** SOURCE DATA follows **

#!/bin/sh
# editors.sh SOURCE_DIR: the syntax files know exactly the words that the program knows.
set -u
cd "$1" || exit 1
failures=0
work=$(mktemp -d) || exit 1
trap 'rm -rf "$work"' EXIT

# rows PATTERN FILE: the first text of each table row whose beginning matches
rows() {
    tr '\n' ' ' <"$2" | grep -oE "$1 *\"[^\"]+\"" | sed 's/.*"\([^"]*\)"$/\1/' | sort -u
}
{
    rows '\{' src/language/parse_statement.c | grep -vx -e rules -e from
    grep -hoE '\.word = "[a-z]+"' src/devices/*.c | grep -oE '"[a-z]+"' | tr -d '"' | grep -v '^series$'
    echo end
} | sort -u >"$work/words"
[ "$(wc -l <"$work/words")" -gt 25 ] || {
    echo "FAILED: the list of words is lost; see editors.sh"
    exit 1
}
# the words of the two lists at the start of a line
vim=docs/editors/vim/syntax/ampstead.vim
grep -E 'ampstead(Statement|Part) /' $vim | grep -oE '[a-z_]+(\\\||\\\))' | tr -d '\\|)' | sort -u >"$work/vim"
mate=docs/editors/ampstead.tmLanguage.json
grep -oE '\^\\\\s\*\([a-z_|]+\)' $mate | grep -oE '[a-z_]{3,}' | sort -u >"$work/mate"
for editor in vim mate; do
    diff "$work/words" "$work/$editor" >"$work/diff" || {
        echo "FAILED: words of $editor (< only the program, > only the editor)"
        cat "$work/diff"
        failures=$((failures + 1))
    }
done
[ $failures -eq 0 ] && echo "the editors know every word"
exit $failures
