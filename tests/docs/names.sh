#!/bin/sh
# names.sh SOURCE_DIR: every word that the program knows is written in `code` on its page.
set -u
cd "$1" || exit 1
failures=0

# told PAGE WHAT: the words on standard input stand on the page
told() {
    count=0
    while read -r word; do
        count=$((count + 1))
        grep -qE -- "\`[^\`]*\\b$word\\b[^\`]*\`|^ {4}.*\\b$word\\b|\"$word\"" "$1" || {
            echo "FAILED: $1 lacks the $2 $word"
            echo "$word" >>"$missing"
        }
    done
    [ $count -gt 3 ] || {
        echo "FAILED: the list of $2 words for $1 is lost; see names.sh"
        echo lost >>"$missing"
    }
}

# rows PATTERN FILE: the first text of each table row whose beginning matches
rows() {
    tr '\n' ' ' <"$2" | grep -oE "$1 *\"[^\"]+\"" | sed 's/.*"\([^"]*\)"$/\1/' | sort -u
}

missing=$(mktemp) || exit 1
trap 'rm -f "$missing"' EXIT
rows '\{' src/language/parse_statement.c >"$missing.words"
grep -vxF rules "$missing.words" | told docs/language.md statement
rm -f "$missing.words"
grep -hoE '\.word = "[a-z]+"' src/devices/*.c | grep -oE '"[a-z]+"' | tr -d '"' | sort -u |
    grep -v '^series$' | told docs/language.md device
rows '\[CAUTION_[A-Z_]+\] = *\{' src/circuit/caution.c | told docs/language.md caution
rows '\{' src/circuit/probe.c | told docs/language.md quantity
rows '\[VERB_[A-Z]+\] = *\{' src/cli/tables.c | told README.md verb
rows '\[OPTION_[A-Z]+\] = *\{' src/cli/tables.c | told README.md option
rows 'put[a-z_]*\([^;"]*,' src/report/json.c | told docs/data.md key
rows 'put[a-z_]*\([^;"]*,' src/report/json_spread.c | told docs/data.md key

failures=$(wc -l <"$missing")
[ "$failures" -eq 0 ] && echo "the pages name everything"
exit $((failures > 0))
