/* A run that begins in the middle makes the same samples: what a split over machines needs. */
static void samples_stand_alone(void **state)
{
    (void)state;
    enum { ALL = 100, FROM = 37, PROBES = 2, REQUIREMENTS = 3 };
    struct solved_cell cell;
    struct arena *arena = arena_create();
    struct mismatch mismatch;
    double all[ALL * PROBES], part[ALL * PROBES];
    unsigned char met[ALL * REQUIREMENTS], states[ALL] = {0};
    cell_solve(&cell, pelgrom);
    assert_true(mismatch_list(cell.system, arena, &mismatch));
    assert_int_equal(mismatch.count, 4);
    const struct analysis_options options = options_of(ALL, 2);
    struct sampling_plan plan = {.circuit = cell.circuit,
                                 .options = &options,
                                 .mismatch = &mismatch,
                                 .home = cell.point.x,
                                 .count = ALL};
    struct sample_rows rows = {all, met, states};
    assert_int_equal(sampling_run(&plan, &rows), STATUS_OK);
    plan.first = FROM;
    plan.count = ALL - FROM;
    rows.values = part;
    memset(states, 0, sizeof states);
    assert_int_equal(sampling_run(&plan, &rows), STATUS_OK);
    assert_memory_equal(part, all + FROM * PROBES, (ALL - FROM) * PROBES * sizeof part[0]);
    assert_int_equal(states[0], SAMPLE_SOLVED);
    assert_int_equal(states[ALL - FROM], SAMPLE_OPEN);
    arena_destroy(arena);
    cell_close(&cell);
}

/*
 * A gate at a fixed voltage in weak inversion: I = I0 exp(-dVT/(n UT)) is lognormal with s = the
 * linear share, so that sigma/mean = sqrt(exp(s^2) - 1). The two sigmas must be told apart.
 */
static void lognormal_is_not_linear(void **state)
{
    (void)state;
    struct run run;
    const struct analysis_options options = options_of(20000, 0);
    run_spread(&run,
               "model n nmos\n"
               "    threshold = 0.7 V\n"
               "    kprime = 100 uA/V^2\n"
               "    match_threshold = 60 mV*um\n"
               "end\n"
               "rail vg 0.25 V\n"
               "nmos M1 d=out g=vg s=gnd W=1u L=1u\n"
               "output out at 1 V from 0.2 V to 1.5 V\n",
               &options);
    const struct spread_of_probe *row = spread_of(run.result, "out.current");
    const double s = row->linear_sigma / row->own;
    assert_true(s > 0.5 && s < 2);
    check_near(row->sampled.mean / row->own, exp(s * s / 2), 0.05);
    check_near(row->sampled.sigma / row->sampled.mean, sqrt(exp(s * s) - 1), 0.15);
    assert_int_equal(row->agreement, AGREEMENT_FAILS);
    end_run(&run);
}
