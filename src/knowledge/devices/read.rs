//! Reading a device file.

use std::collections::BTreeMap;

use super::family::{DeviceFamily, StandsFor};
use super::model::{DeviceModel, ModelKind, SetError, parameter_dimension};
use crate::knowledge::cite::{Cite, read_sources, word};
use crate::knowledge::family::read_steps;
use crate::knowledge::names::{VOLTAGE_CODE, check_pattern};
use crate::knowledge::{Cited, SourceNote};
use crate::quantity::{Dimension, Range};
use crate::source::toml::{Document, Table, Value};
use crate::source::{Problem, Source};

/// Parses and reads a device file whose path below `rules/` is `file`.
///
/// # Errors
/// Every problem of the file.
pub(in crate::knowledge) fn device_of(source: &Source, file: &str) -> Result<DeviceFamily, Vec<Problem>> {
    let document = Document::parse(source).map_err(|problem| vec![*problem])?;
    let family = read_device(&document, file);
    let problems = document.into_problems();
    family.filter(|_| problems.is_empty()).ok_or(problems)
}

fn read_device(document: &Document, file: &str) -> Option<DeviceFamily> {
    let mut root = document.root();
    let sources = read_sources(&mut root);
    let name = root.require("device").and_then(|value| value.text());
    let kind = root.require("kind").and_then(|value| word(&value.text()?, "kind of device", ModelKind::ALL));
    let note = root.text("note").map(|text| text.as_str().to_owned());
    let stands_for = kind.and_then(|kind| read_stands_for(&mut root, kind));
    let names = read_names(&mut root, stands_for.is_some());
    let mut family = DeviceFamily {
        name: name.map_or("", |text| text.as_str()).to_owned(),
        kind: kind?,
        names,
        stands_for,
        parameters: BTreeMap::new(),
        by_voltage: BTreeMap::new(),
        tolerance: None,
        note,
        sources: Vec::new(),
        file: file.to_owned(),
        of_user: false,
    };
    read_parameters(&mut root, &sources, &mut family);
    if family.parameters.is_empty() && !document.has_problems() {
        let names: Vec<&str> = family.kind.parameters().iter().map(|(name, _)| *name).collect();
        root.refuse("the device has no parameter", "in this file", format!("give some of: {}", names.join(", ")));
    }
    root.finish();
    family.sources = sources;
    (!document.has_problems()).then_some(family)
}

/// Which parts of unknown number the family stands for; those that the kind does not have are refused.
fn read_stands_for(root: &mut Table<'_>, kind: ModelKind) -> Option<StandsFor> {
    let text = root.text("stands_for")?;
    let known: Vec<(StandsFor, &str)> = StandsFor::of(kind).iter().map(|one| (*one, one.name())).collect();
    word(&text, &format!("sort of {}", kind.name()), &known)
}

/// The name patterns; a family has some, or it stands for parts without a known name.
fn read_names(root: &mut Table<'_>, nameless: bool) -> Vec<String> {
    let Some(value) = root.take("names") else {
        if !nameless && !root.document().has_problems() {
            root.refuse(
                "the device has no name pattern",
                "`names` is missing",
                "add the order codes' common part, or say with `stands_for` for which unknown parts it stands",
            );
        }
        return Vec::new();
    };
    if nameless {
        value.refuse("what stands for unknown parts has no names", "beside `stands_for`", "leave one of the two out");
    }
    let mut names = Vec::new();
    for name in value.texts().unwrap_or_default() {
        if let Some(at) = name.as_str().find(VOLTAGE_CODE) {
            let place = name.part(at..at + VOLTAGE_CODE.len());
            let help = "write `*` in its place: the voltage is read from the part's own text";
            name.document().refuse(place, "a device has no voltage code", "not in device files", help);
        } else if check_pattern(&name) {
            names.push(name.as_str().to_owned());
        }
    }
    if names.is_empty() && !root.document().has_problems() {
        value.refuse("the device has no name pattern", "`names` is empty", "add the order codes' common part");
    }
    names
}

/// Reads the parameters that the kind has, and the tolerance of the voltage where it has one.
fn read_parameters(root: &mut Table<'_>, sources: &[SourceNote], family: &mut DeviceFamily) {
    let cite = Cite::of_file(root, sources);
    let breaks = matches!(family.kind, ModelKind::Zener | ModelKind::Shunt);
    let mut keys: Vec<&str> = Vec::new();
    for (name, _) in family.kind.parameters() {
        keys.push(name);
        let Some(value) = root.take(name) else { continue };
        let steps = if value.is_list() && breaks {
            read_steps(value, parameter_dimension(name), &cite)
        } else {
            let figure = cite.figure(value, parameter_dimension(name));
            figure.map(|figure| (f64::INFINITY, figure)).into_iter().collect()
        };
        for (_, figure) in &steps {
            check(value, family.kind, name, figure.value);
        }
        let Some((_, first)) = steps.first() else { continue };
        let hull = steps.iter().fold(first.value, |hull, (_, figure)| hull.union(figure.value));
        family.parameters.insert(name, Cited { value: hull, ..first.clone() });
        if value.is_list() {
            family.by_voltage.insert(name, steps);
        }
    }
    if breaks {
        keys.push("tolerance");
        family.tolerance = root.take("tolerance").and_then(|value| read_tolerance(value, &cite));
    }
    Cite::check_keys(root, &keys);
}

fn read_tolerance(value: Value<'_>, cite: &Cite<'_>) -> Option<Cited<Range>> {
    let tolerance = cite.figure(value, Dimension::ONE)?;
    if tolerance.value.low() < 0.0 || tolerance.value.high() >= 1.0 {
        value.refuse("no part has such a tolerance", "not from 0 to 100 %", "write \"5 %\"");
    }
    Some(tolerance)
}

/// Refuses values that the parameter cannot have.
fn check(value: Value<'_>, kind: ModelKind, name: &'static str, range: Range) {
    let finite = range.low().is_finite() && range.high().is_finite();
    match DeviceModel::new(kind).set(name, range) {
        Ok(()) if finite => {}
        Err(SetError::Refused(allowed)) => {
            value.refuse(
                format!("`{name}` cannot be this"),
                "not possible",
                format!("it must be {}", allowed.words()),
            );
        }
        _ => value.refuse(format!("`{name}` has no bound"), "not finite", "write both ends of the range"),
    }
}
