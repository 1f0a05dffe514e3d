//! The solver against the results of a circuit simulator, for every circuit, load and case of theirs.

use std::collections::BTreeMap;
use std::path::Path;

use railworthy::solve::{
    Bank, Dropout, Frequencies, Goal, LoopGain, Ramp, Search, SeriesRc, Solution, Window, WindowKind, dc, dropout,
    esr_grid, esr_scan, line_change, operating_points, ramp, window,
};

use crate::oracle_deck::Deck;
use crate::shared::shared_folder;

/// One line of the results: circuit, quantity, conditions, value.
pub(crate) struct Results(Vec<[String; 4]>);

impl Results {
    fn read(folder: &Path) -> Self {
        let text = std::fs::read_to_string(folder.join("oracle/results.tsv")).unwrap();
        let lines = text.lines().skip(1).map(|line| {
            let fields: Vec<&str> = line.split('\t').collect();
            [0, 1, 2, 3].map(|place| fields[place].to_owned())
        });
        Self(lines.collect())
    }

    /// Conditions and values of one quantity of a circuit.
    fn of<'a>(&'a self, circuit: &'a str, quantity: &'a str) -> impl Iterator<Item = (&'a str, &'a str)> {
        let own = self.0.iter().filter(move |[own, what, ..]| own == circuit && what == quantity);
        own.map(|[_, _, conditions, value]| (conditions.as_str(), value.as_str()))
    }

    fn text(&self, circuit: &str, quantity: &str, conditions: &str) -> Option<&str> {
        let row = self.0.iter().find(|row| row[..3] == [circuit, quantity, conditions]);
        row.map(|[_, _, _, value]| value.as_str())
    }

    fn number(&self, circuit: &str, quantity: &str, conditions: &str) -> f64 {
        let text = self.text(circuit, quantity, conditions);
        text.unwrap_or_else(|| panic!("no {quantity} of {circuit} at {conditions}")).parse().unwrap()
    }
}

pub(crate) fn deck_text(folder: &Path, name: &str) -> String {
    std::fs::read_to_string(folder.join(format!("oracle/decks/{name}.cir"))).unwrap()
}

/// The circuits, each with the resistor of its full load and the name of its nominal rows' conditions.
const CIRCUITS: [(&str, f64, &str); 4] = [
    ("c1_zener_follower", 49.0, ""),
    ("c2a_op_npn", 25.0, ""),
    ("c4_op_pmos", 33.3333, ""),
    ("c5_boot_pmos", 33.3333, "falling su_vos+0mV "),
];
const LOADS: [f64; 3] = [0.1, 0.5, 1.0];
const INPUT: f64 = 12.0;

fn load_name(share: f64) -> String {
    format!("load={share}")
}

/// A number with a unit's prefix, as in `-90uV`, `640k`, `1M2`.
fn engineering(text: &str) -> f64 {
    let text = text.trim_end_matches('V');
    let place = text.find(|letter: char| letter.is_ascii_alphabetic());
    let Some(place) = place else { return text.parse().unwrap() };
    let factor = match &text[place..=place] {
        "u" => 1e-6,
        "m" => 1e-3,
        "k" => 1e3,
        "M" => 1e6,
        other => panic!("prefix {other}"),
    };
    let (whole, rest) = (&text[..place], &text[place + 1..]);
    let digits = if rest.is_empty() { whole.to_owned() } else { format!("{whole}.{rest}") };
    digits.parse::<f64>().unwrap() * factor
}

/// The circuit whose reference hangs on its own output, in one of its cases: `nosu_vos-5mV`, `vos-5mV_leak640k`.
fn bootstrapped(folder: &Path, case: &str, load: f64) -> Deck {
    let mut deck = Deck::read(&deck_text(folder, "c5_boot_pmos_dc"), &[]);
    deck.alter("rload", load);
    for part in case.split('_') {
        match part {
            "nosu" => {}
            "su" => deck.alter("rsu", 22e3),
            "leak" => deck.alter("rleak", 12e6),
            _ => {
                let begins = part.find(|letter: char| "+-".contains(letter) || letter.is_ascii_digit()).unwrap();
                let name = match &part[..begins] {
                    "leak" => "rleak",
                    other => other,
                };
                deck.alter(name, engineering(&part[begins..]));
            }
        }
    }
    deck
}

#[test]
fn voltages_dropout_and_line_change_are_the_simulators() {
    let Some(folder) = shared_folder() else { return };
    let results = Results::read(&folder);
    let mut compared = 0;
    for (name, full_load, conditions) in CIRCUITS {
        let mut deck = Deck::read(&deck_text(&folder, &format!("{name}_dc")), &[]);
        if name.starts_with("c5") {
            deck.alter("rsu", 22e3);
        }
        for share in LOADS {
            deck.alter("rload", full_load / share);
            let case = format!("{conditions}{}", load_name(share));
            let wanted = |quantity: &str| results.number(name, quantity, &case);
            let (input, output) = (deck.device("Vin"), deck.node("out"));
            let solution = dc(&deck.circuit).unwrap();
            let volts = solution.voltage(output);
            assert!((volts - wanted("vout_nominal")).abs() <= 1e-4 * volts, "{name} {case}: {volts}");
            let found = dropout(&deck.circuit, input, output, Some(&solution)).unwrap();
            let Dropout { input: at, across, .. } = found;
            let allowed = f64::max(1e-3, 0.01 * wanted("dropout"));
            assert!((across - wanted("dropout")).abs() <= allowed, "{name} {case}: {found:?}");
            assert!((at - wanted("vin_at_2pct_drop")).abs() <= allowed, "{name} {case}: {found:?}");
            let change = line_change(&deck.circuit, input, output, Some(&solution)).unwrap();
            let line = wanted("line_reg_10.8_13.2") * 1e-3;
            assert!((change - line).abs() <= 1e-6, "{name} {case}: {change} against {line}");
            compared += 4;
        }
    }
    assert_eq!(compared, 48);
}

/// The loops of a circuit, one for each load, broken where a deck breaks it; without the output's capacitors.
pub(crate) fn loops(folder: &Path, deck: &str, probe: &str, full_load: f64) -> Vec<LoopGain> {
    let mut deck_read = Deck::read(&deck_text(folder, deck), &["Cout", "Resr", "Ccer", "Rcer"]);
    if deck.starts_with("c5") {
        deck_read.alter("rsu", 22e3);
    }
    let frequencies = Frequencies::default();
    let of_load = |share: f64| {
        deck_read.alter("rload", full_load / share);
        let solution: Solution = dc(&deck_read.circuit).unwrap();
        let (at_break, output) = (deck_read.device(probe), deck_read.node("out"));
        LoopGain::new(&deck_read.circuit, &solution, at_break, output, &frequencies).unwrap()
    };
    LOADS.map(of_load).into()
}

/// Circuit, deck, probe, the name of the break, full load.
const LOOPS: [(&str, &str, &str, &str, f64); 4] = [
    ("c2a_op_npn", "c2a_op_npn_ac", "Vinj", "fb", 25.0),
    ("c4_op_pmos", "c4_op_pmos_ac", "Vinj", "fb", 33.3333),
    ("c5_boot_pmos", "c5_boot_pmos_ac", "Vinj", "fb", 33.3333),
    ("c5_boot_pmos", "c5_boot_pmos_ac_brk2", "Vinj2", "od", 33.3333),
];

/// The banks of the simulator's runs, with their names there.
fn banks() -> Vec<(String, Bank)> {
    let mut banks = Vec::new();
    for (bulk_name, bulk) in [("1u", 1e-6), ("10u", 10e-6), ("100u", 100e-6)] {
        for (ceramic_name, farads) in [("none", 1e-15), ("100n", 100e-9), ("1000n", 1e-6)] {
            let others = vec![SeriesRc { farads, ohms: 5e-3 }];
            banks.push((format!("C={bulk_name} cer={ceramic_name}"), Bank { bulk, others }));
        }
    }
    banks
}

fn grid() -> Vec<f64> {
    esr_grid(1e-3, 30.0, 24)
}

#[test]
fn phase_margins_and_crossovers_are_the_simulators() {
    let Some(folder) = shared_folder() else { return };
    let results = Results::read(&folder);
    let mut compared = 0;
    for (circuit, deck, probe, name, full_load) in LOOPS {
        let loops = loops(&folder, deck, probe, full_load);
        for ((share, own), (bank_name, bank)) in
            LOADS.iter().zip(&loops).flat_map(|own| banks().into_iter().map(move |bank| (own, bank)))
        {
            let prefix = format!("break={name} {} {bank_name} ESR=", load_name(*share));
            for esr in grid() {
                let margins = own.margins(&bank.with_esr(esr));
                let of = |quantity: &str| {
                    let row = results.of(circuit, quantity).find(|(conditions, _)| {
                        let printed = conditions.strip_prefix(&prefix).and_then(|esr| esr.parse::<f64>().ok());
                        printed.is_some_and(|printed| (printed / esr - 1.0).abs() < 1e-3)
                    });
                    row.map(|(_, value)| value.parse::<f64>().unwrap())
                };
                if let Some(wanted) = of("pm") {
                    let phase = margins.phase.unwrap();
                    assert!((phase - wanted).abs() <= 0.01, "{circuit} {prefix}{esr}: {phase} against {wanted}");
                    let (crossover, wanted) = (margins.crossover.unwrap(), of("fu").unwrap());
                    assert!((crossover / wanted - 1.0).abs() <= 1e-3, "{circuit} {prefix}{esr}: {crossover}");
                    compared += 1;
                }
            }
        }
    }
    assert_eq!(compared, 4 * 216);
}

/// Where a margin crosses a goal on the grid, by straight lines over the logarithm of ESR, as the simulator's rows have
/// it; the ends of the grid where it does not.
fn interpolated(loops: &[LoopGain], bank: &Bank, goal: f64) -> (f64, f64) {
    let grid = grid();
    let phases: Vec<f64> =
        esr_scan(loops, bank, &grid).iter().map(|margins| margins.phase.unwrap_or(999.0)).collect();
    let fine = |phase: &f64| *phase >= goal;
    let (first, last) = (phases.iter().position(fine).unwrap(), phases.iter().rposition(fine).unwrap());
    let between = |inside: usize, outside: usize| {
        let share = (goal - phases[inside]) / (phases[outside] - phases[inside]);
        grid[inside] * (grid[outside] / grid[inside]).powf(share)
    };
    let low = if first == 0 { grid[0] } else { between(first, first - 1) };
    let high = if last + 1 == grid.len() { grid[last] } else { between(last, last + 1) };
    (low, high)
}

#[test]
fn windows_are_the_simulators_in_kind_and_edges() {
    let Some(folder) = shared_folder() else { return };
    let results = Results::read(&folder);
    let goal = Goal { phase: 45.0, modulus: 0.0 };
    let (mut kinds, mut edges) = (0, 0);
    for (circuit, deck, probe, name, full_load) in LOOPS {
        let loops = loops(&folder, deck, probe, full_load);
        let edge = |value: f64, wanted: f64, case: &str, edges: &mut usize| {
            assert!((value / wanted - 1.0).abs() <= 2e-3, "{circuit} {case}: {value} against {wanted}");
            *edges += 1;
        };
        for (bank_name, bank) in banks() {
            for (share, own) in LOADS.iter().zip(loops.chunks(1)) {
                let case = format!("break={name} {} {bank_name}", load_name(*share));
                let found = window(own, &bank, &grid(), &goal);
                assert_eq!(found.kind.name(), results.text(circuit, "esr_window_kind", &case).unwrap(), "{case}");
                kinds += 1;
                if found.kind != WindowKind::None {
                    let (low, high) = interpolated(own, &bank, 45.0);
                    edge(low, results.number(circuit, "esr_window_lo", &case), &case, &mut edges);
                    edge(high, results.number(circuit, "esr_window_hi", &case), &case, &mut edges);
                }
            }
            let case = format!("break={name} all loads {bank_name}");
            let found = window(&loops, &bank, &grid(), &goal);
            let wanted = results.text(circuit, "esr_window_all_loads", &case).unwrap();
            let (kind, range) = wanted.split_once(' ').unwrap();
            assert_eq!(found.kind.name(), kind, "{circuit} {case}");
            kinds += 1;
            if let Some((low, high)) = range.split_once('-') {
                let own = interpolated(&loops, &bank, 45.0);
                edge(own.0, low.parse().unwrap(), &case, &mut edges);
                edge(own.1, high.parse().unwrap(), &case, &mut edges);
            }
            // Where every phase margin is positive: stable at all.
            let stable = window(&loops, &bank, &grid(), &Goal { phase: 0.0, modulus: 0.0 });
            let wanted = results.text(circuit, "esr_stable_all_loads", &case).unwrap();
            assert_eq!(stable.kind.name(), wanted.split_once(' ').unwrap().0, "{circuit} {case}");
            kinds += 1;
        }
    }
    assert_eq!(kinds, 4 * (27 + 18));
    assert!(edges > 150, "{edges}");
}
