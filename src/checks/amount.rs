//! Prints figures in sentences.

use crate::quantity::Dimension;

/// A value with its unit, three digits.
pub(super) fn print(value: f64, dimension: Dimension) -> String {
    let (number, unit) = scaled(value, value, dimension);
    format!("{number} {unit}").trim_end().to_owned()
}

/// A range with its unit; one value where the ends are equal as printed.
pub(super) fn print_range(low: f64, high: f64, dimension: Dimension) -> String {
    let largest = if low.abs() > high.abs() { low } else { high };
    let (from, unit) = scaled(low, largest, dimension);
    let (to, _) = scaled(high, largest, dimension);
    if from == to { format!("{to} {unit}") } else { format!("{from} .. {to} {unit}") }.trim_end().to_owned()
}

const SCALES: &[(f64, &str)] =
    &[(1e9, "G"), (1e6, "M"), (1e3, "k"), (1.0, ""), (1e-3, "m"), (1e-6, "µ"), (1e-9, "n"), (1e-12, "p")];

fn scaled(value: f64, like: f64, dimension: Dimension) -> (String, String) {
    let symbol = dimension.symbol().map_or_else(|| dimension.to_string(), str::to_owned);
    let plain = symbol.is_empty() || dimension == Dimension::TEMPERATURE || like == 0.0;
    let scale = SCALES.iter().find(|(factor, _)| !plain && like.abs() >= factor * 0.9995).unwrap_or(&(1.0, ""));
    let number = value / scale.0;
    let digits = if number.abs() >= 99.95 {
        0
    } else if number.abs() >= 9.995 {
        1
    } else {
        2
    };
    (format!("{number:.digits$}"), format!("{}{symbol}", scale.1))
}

** End of SOURCE DATA **

• [EXERCISE PROMPT]:
Print exactly the lines above, between the one holding "the output's capacitors." and the one holding "let others = vec![SeriesRc", inclusive, and nothing besides.

• [EXERCISE ANSWER]:
/// The loops of a circuit, one for each load, broken where a deck breaks it; without the output's capacitors.
pub(crate) fn loops(folder: &Path, deck: &str, probe: &str, full_load: f64) -> Vec<LoopGain> {
    let mut deck_read = Deck::read(&deck_text(folder, deck), &["Cout", "Resr", "Ccer", "Rcer"]);
    if deck.starts_with("c5") {
        deck_read.alter("rsu", 22e3);
    }
    let frequencies = Frequencies::default();
    let of_load = |share: f64| {
        deck_read.alter("rload", full_load / share);
        let solution: Solution = dc(&deck_read.circuit).unwrap();
        let (at_break, output) = (deck_read.device(probe), deck_read.node("out"));
        LoopGain::new(&deck_read.circuit, &solution, at_break, output, &frequencies).unwrap()
    };
    LOADS.map(of_load).into()
}

/// Circuit, deck, probe, the name of the break, full load.
const LOOPS: [(&str, &str, &str, &str, f64); 4] = [
    ("c2a_op_npn", "c2a_op_npn_ac", "Vinj", "fb", 25.0),
    ("c4_op_pmos", "c4_op_pmos_ac", "Vinj", "fb", 33.3333),
    ("c5_boot_pmos", "c5_boot_pmos_ac", "Vinj", "fb", 33.3333),
    ("c5_boot_pmos", "c5_boot_pmos_ac_brk2", "Vinj2", "od", 33.3333),
];

/// The banks of the simulator's runs, with their names there.
fn banks() -> Vec<(String, Bank)> {
    let mut banks = Vec::new();
    for (bulk_name, bulk) in [("1u", 1e-6), ("10u", 10e-6), ("100u", 100e-6)] {
        for (ceramic_name, farads) in [("none", 1e-15), ("100n", 100e-9), ("1000n", 1e-6)] {
            let others = vec![SeriesRc { farads, ohms: 5e-3 }];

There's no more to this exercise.